Pure lead gets turned to 800°.
I ladle cast, can't stand bottom pour.
I like a PID but all I built burned up on me. Choking voltage and amps, makes heat. I can't afford to buy a good one yet.
Pot temps are not that important.
Been a bad year, gutters drove me nuts getting plugged so I had to go on the roof or a ladder 20 times a year, not good at 78. Cost over $5000 for Leaf Guards.
Washer and dryer failed, more money. Now I need the timing belt in my 4 Runner replaced, scares me to drive it when over 40,000 over belt life. I lost my PBGC deduction with the state, Whacked me $543. It never ends for a happy home owner.

Doc Highwall
03-20-2016, 12:09 PM
Not only alloy but how many cavities the mould has, and how it is vented including how tight the sprue plate is. The air in the mould cavities has to escape through the vents, and how fast you pour the lead into the mould affects how fast the air has to escape.

As 44man has mentioned casting cadence makes a big difference upon mould temperature.

After you find out what works, WRITE DOWN EVERYTHING THAT YOU DID!

tja6435
03-20-2016, 12:42 PM
I just set my Lee pot to 750 on the dial and it is close with a thermometer. All boolit sizes are controlled by the cadence of casting. No matter up to 564 gr boolits.
Pure lead gets turned to 800°.
I ladle cast, can't stand bottom pour.
I like a PID but all I built burned up on me. Choking voltage and amps, makes heat. I can't afford to buy a good one yet.
Pot temps are not that important.
Been a bad year, gutters drove me nuts getting plugged so I had to go on the roof or a ladder 20 times a year, not good at 78. Cost over $5000 for Leaf Guards.
Washer and dryer failed, more money. Now I need the timing belt in my 4 Runner replaced, scares me to drive it when over 40,000 over belt life. I lost my PBGC deduction with the state, Whacked me $543. It never ends for a happy home owner.

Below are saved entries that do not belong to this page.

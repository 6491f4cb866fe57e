// What decides a verdict: which input the zone position hangs on, and how much better it would have to be known.
#pragma once
#include <optional>
#include <string_view>
#include <vector>

#include "hz/answer.hpp"
#include "hz/placement.hpp"

namespace hz {

/// An input's share of the variance of zone position, to first order: from its half-widths alone, the others at their
/// central values. The planet mass counts as Quantity::planet_mass.
struct VarianceShare {
  Quantity quantity{};
  std::string_view scatter_of;  // key of the relation whose scatter it is; empty for a measured value
  double share = 0;
};

/// Greatest first, summing to 1; empty when every input is known or the set bounds no zone at the central values.
[[nodiscard]] std::vector<VarianceShare> variance_shares(const PlacementInput& input, const Settings& settings);

/// By what factor (below 1) the half-widths of one input must shrink, all central values staying, for the verdict of
/// the conservative zone (else the optimistic one) to become firm: inside or outside. Empty when it is firm already, or
/// when this input alone cannot settle it.
[[nodiscard]] std::optional<double> settling_factor(const PlacementInput& input, const VarianceShare& which,
                                                    const Settings& settings);

}  // namespace hz
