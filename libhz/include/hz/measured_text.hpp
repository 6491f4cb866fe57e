// Values with uncertainties as people write them.
#pragma once
#include <optional>
#include <string>
#include <string_view>

#include "hz/measured.hpp"
#include "hz/result.hpp"

namespace hz {

/// A number with what may stand around it.
struct MeasuredText {
  Measured measured;
  std::string unit;  // the word after the number ("d", "RJ", "ME"), as written; empty without one
};

/// Reads `4410`, `4410+-70`, `4410+/-70`, `4410±70`, `4410 ± 70`, `4410+80-60`, `4410 (+80/-60)`, `4410 +80 -60`,
/// `0.165(9)` (= ±0.009: last digits), `<0.3`, `> 0.04`, `1.2d3`, each with an optional unit word behind it.
///
/// Half-widths come out at least 0. Not finite, a half-width without its number (`4553+15-`) or anything left over
/// gives Problem::unreadable, which quotes the text, with comma_hint() where that helps. `column` names the place in
/// the problem.
[[nodiscard]] Result<MeasuredText> parse_measured(std::string_view text, std::string_view column);

/// Empty text and the documented spellings of "no value": nan, null, none, n/a, na, -, --, ..., … (any case, blanks
/// around).
[[nodiscard]] bool is_missing(std::string_view text);

/// "; a decimal comma? write 4.62" for a text that would be a value but for its commas; empty for any other.
[[nodiscard]] std::string comma_hint(std::string_view text);

/// The whole of `text` as a finite number: leading +, the sign U+2212, Fortran exponents; nullopt otherwise.
[[nodiscard]] std::optional<double> parse_number(std::string_view text);

}  // namespace hz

Does your 4Runner have the 4 cylinder engine? The timing belts aren't too hard to change out, but I am just over half your age. One thing for sure, if you're driving and the engine just dies, DO NOT crank the engine and try to start it again until you're positive the timing belt hasn't broken. I had a 92 Celica with a 2.2l engine. Around 175k the factory timing belt went. I knew what it was when I was driving and the engine just died out of nowhere. I had it towed and put the timing belt on myself. The dealership wanted $600. I did it for under $150 including a new water pump (as they are under the timing belt cover). The hardest part was lining up both cams and the crank for top dead center. Otherwise it was just a take it apart and put it back together situation. I did use rtv instead of the water pump gasket.

44man
03-20-2016, 11:21 PM
I have the 6 cylinder. It will break if the belt goes. I have a kit coming from Rock Auto and might do it my self if my knees let me get up and down.